Outre le fait d’être techniquement réussie, même si cela, est toujours un critère non significatif dans mon analyse photographique, elle est esthétiquement belle. Et paradoxalement, son sens n’est pas positif, il est négatif, puisque cette photo, par son sujet, par sa composition, dérange et pose question.
Le sujet représente une scène polluante que nous n’aimerions plus voir dans notre quotidien, et l’auteur de la photo, le participant, a osé nous la montrer. Ce cliché appelle à la réflexion qui va vraiment au-delà de l’image : une réflexion sur le fléau de la pollution et/ou une réflexion sur l’identité et la catégorie sociale de son propriétaire et/ou une réflexion sur le reste du corps (est-ce la chaussure d’une personne noyée, où est le corps ?), etc. Les questions peuvent être nombreuses et les réponses multiples. Cette photo fait parler car elle touche nos consciences et c’est bien cela, à mon sens, le plus important. 

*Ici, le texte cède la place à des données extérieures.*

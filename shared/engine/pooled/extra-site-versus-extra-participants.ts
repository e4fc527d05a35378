import { DomainError } from '../errors';
import { formatCount, formatPercent, formatSignificant } from '../../format/numbers';
import { ceilGuarded } from '../numerics/rounding';
import { requirePositive } from '../helpers/domain-guards';
import { requireInteger, requireStandardError } from './require-input';
import type { SeAtN } from './types';
import { widthsAt, type PooledWidths } from './widths-at';

/** More participants at every site: a fraction of each site's n (rounded up) or a fixed count. */
export type PerSiteIncrease =
  { readonly kind: 'fraction'; readonly fraction: number } | { readonly kind: 'count'; readonly count: number };

export interface SiteAtN {
  readonly n: number;
  readonly seAtN: SeAtN;
}

export interface ExtraSiteVersusParticipantsInput {
  /** Name of the measure, for the sentence. */
  readonly label: string;
  readonly sites: readonly SiteAtN[];
  readonly tau: number;
  /** The site that might join: its SE function, and its n (default: the median n of the current sites, rounded up). */
  readonly newSite: { readonly seAtN: SeAtN; readonly n?: number };
  /** Default: 10% more at each site. */
  readonly perSiteIncrease?: PerSiteIncrease;
  readonly confidence?: number;
}

/** The widths one option gives, and how they compare with the plan as it is. */
export interface PrecisionChange {
  readonly k: number;
  readonly addedParticipants: number;
  readonly summaryCiWidth: number;
  /** new width / current width − 1 (negative: narrower). */
  readonly summaryRelativeChange: number;
  readonly predictionIntervalWidth: number | null;
  /** null when either plan has fewer than 3 sites. */
  readonly predictionRelativeChange: number | null;
  /** Narrowing of the summary CI width per 100 added participants. */
  readonly summaryNarrowingPer100: number;
}

export interface ExtraSiteVersusParticipants {
  readonly current: {
    readonly k: number;
    readonly totalN: number;
    readonly summaryCiWidth: number;
    readonly predictionIntervalWidth: number | null;
  };
  readonly extraSite: PrecisionChange & { readonly newSiteN: number };
  readonly extraParticipants: PrecisionChange & { readonly perSiteN: readonly number[] };
  /** Which option narrows the summary CI more per added participant. */
  readonly moreEfficient: 'extra-site' | 'extra-participants' | 'equal';
  /** The comparison in plain words. */
  readonly sentence: string;
}

function medianRoundedUp(values: readonly number[]): number {
  const sorted = [...values].sort((a, b) => a - b);
  const mid = Math.floor(sorted.length / 2);
  const upper = sorted[mid] ?? 0;
  return sorted.length % 2 === 1 ? upper : Math.ceil(((sorted[mid - 1] ?? 0) + upper) / 2);
}

function change(current: PooledWidths, next: PooledWidths, added: number): PrecisionChange {
  const curPi = current.predictionIntervalWidth;
  const nextPi = next.predictionIntervalWidth;
  return {
    k: next.k,
    addedParticipants: added,
    summaryCiWidth: next.summaryCiWidth,
    summaryRelativeChange: next.summaryCiWidth / current.summaryCiWidth - 1,
    predictionIntervalWidth: nextPi,
    predictionRelativeChange: curPi !== null && nextPi !== null ? nextPi / curPi - 1 : null,
    summaryNarrowingPer100: ((current.summaryCiWidth - next.summaryCiWidth) / added) * 100,
  };
}

function describe(from: number | null, to: number | null, relative: number | null): string {
  if (to === null) return 'not available (fewer than 3 sites)';
  if (from === null || relative === null) return `${formatSignificant(to, 3)} (available from 3 sites)`;
  const how =
    relative < 0 ? `${formatPercent(-relative)} narrower` : relative > 0 ? `${formatPercent(relative)} wider` : 'unchanged';
  return `from ${formatSignificant(from, 3)} to ${formatSignificant(to, 3)} (${how})`;
}

/**
 * How the pooled precision of one measure changes with one more site versus more participants at
 * every current site. Both plans are evaluated with the random-effects summary (weights
 * 1/(s_i² + τ²)) and the Higgins–Thompson–Spiegelhalter prediction interval; the comparison
 * per added participant shows where heterogeneity makes sites worth more than participants:
 * each site's weight is capped at 1/τ², however large its n.
 * Domain: at least one site; n whole numbers ≥ 1; SEs finite > 0; τ ≥ 0; fraction > 0 or count ≥ 1
 * (DomainError otherwise). Sources: DerSimonian & Laird, Control Clin Trials 1986,
 * doi:10.1016/0197-2456(86)90046-2; J R Stat Soc A 2009, doi:10.1111/j.1467-985X.2008.00552.x.
 * @example compareExtraSiteWithExtraParticipants({ label: 'Calibration slope', sites: [{ n: 100, seAtN: se }, { n: 100, seAtN: se }, { n: 100, seAtN: se }], tau: 0.1, newSite: { seAtN: se } }).extraSite.summaryCiWidth
 *   // 0.277181 with se = (n) => 1 / Math.sqrt(n) (from 0.32; 10% more per site gives 0.313), moreEfficient 'extra-site'
 */
export function compareExtraSiteWithExtraParticipants(input: ExtraSiteVersusParticipantsInput): ExtraSiteVersusParticipants {
  const { sites, tau } = input;
  if (sites.length === 0) throw new DomainError('sites', '[]', 'at least one site');
  const increase = input.perSiteIncrease ?? { kind: 'fraction', fraction: 0.1 };
  if (increase.kind === 'fraction') requirePositive('perSiteIncrease.fraction', increase.fraction);
  else requireInteger('perSiteIncrease.count', increase.count, 1, 100_000_000);
  sites.forEach((s, i) => requireInteger(`sites[${i}].n`, s.n, 1, 100_000_000));
  const newSiteN = input.newSite.n ?? medianRoundedUp(sites.map((s) => s.n));
  requireInteger('newSite.n', newSiteN, 1, 100_000_000);

  const seAt = (seAtN: SeAtN, n: number, field: string): number => requireStandardError(field, seAtN(n), n);
  const currentSes = sites.map((s, i) => seAt(s.seAtN, s.n, `sites[${i}].seAtN`));
  const current = widthsAt(currentSes, tau, input.confidence);
  const withSite = widthsAt([...currentSes, seAt(input.newSite.seAtN, newSiteN, 'newSite.seAtN')], tau, input.confidence);
  const perSiteN = sites.map((s) => s.n + (increase.kind === 'fraction' ? ceilGuarded(increase.fraction * s.n) : increase.count));
  const withMore = widthsAt(
    sites.map((s, i) => seAt(s.seAtN, perSiteN[i] ?? s.n, `sites[${i}].seAtN`)),
    tau,
    input.confidence,
  );
  const totalN = sites.reduce((sum, s) => sum + s.n, 0);
  const addedMore = perSiteN.reduce((sum, n) => sum + n, 0) - totalN;
  const extraSite = { ...change(current, withSite, newSiteN), newSiteN };
  const extraParticipants = { ...change(current, withMore, addedMore), perSiteN };

  const gap = extraSite.summaryNarrowingPer100 - extraParticipants.summaryNarrowingPer100;
  const scale = Math.max(Math.abs(extraSite.summaryNarrowingPer100), Math.abs(extraParticipants.summaryNarrowingPer100));
  const moreEfficient = Math.abs(gap) <= 1e-9 * scale ? 'equal' : gap > 0 ? 'extra-site' : 'extra-participants';

  const level = formatPercent(input.confidence ?? 0.95, 0);
  const more =
    increase.kind === 'fraction'
      ? `${formatPercent(increase.fraction)} more participants at each of the ${formatCount(sites.length)} sites`
      : `${formatCount(increase.count)} more participants at each of the ${formatCount(sites.length)} sites`;
  const verdict =
    moreEfficient === 'equal'
      ? 'Per participant added, both narrow the summary CI equally.'
      : `Per participant added, ${moreEfficient === 'extra-site' ? 'the extra site' : 'more participants per site'} narrows the summary CI more.`;
  const sentence =
    `${input.label}: one more site with ${formatCount(newSiteN)} participants changes the summary ${level} CI width ` +
    `${describe(current.summaryCiWidth, withSite.summaryCiWidth, extraSite.summaryRelativeChange)} and the prediction-interval width ` +
    `${describe(current.predictionIntervalWidth, withSite.predictionIntervalWidth, extraSite.predictionRelativeChange)}; ` +
    `${more} (${formatCount(addedMore)} in all) changes the summary width ` +
    `${describe(current.summaryCiWidth, withMore.summaryCiWidth, extraParticipants.summaryRelativeChange)} and the prediction-interval width ` +
    `${describe(current.predictionIntervalWidth, withMore.predictionIntervalWidth, extraParticipants.predictionRelativeChange)}. ${verdict}`;

  return {
    current: {
      k: current.k,
      totalN,
      summaryCiWidth: current.summaryCiWidth,
      predictionIntervalWidth: current.predictionIntervalWidth,
    },
    extraSite,
    extraParticipants,
    moreEfficient,
    sentence,
  };
}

Comment auriez-vous traité les 2 thèmes ?

Personnellement, j’aurais traité les deux thèmes en restant dans mon style décalé, voire dérangeant.
Pour cela, je serais forcément sorti de la prise de vue dite classique, à la recherche de l’émotion simple/belle, quitte à prendre le risque de déplaire au jury. L’essentiel est justement d’essayer de ne pas faire la photo en pensant quelle plaira au jury, mais plutôt celle qui accrochera leur regard et leur apportera une certaine réflexion qui va au-delà de la photographie.